COVID-19: For information related to COVID-19 (formerly referred to as “novel coronavirus"), visit

VCU Massey Cancer Center


Long-term outlook

What is a psychosocial factor?

Psychosocial factors are those factors that affect a person psychologically or socially.

What are the psychosocial factors associated with prostate cancer?

Every person is different, and not all men have the same experience, thoughts or feelings; however, some common feelings and concerns may be present when a man is diagnosed with prostate cancer, including the following:

  • Threatened masculinity – the prostate gland is critical to a man’s sexual function; the possibility and actual diagnosis of prostate cancer can instill fear and anxiety for patients since it threatens their masculinity. They fear they will never be a “real man” again in terms of sexual performance. Treatment for prostate cancer that results in changes in sexual function also may affect a man’s ability to father a child. Rather than adopting a course of action in response to these fears, consider educating yourself so that you can make the best health decisions possible. Treatment considerations vary, as do their effects on sexual function. It is normal to be scared, angry or depressed when given this diagnosis. The good news is that prostate cancer is very treatable.
  • Feeling embarrassed or avoiding discussions about the diagnosis – each patient, together with their partner or family, should try their best to communicate about the diagnosis of prostate cancer, how it makes them feel, what their expectations are, what their fears are, etc. Prostate cancer affects not only the patient, but also those closest to him. Arm yourself and those around you with information and take the time to learn about your cancer diagnosis, the risks and benefits of various therapies, and the impact they may have on your life. Take the time for you and those you love to become informed.
  • Being honest with yourself and with your physician – sometimes, men are embarrassed or feel guilty for ignoring possible signs of prostate cancer, or avoiding visits with their physician due to the nature of a prostate examination. Other times, men avoid going back see their physician once the diagnosis of prostate cancer is made, choosing instead to treat themselves with alternative medicines, or simply deny the diagnosis of cancer altogether. It is your responsibility to be honest with yourself and your health care provider, in order to form a partnership with your physician that is based on candid, honest dialogue to ensure the best care possible. It is normal to consider a second opinion and investigate all of the care options available to you, until you have made the best choice for yourself. Be assured that physicians understand getting a second opinion to confirm the diagnosis or to provide a different perspective on treatment options. Above all, become an advocate for your personal health care.
  • Being afraid to ask for help – it is normal to feel helpless, alone or isolated when you have been diagnosed with prostate cancer. Consider going to a support group. You will find numerous other men who understand your situation because they have been there themselves. Bring your partner or a friend as a support person, if you choose. You will be amazed at how much information you can gain from those who have “been there” and by the amount of stress eliminated in the knowledge that others truly do understand. Ask your physician where the prostate cancer support groups are in your area.

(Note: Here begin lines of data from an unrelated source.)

import type { FitResult } from "@/lib/tb/analysis/fit";
import type { DocumentFitResult, FitCheckpoint, RestartOutcome } from "@/lib/tb/analysis/fit-document";

/** Lifecycle of a fit run. queued → running → one of the final states; a crashed worker's run goes back to queued. */
export const FIT_STATUSES = ["queued", "running", "converged", "not_converged", "cancelled", "failed"] as const;
export type FitStatus = (typeof FIT_STATUSES)[number];
export const FINAL_FIT_STATUSES: readonly FitStatus[] = ["converged", "not_converged", "cancelled", "failed"];
export const ACTIVE_FIT_STATUSES: readonly FitStatus[] = ["queued", "running"];

export const FIT_STATUS_LABEL: Record<FitStatus, string> = {
  queued: "waiting for a worker",
  running: "running",
  converged: "converged",
  not_converged: "not converged",
  cancelled: "cancelled",
  failed: "failed",
};

/** A checkpoint as stored with the heartbeat; it is resumed only by the engine version that wrote it. */
export type StoredCheckpoint = FitCheckpoint & { engineVersion: string };

/** A worker stopped (handed the run back) or crashed while running the fit; the next attempt resumed from here. */
export interface FitInterruption {
  at: string;
  by: "stop" | "crash";
  /** Iteration and lowest cost of the checkpoint the next attempt starts from (0 and null: from the beginning). */
  iteration: number;
  cost: number | null;
}

/** One point of the cost history: iteration, ½Σw·ΔE² (eV²), elapsed ms. */
export type CostPoint = [number, number, number];

/** The outcome stored in the fit record (JSON); the fitted document itself is the revision it produced. */
export interface FitOutcome extends Omit<FitResult, "statistics"> {
  residualVariance: number;
  standardErrors: number[] | null;
  correlations: number[][] | null;
  starts: RestartOutcome[];
}

export function outcomeOf(result: DocumentFitResult): FitOutcome {
  return {
    status: result.status,
    reason: result.reason,
    names: result.names,
    start: result.start,
    values: result.values,
    iterations: result.iterations,
    cost: result.cost,
    shift: result.shift,
    points: result.points,
    startRms: result.startRms,
    rms: result.rms,
    maxAbs: result.maxAbs,
    perBand: result.perBand,
    residualVariance: result.statistics.residualVariance,
    standardErrors: result.statistics.standardErrors,
    correlations: result.statistics.correlations,
    starts: result.starts,
    elapsedMs: result.elapsedMs,
  };
}

export function statusOfOutcome(outcome: FitOutcome): FitStatus {
  return outcome.status === "converged" ? "converged" : outcome.status === "cancelled" ? "cancelled" : "not_converged";
}

/** The note of the revision a fit produces: what was fitted, to what, and how well. */
export function fitRevisionNote(outcome: FitOutcome, referenceName: string, fitId: string): string {
  const meV = (x: number) => `${(x * 1000).toFixed(1)} meV`;
  const how = outcome.status === "converged" ? `converged in ${outcome.iterations} iterations` : `${outcome.status} after ${outcome.iterations} iterations (best point)`;
  return `Refit of ${outcome.names.length} parameter${outcome.names.length === 1 ? "" : "s"} to "${referenceName}": RMS ${meV(outcome.rms)}, max ${meV(outcome.maxAbs)}, ${how} (fit ${fitId.slice(0, 8)})`;
}

/** Cost history kept in the record: every accepted iteration up to this many, then every n-th (the last is always kept). */
export const COST_HISTORY_LIMIT = 2000;

export function appendCost(history: CostPoint[], point: CostPoint): CostPoint[] {
  if (history.length < COST_HISTORY_LIMIT) return [...history, point];
  const thinned = history.filter((_, i) => i % 2 === 0);
  return [...thinned, point];
}

/** A fit that ran at least this long is worth an e-mail (nobody watches a progress bar that long); failures always are. */
export const MAIL_FITS_AFTER_MS = 60_000;

export function shouldMailFit(status: FitStatus, elapsedMs: number): boolean {
  return status === "failed" || (status !== "cancelled" && elapsedMs >= MAIL_FITS_AFTER_MS);
}

/**
 * Fitted parameters the reference did not pin down: no uncertainty could be estimated, or it is larger than the
 * value itself and than 1 eV (a tight-binding parameter known to worse than that is not known at all).
 */
export function undeterminedNames(outcome: FitOutcome): string[] {
  const se = outcome.standardErrors;
  if (!se) return outcome.names;
  return outcome.names.filter((_, i) => !Number.isFinite(se[i]) || se[i] > Math.max(1, Math.abs(outcome.values[i])));
}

What can you do to help the man in your life with prostate cancer?

The following are some suggestions for helping the men in your life who may have or could have prostate cancer at some point in time:

  • Keep the lines of communication open.
    It is easy for someone with a diagnosis of prostate cancer to become depressed or to be in a state of denial. It also is normal for you to be sad, angry or in denial of the diagnosis. Open communication is critical during a stressful time like this. Strengthen your relationship by talking about how you feel.
  • My husband/father/son will not go to the doctor because he is embarrassed about the types of examinations necessary to check the prostate.
    Most men are embarrassed at the thought of a digital rectal exam. Because the prostate is an internal organ, it cannot be looked at directly. Prostate problems can affect men of any age and the examination is simple and quick. Offer to go with him to the appointment or drive him to the physician’s office. Catching problems early via regular checkups far outweighs waiting and developing a serious illness. All men over 50 should have yearly rectal examinations for prostate disease as part of their physical checkups. Remember, there are generally no symptoms in the earliest stages when prostate cancer is the most curable.
  • If there is something wrong, prostate cancer is not the only possibility.
    In fact, there are other types of prostate problems other than cancer, which can mimic the symptoms of prostate cancer. Like prostate cancer, these problems are readily treatable.
  • Educate yourself.
    Understanding the diagnosis will help you to be supportive and understand what your loved one is going through.
  • Maintain good medical records.
    Keep a notebook of all appointments, tests and visits with health care providers and obtain copies of test results for your records.
  • Ask questions.
    A dumb question is only the one not asked. Take notes and put them in your notebook with your medical records. Accompany your partner so that you can both hear what is being said. And, above all, ask questions.
  • Attend a support group together.
    Meeting others who have already gone through what you are going through is one of the best ways to alleviate feelings of helplessness and isolation.
  • Seek new information.
    Prostate cancer diagnosis and treatment options are continually changing as new advances and discoveries are being made. Continue to seek new information and keep abreast of recent findings and studies that may be beneficial.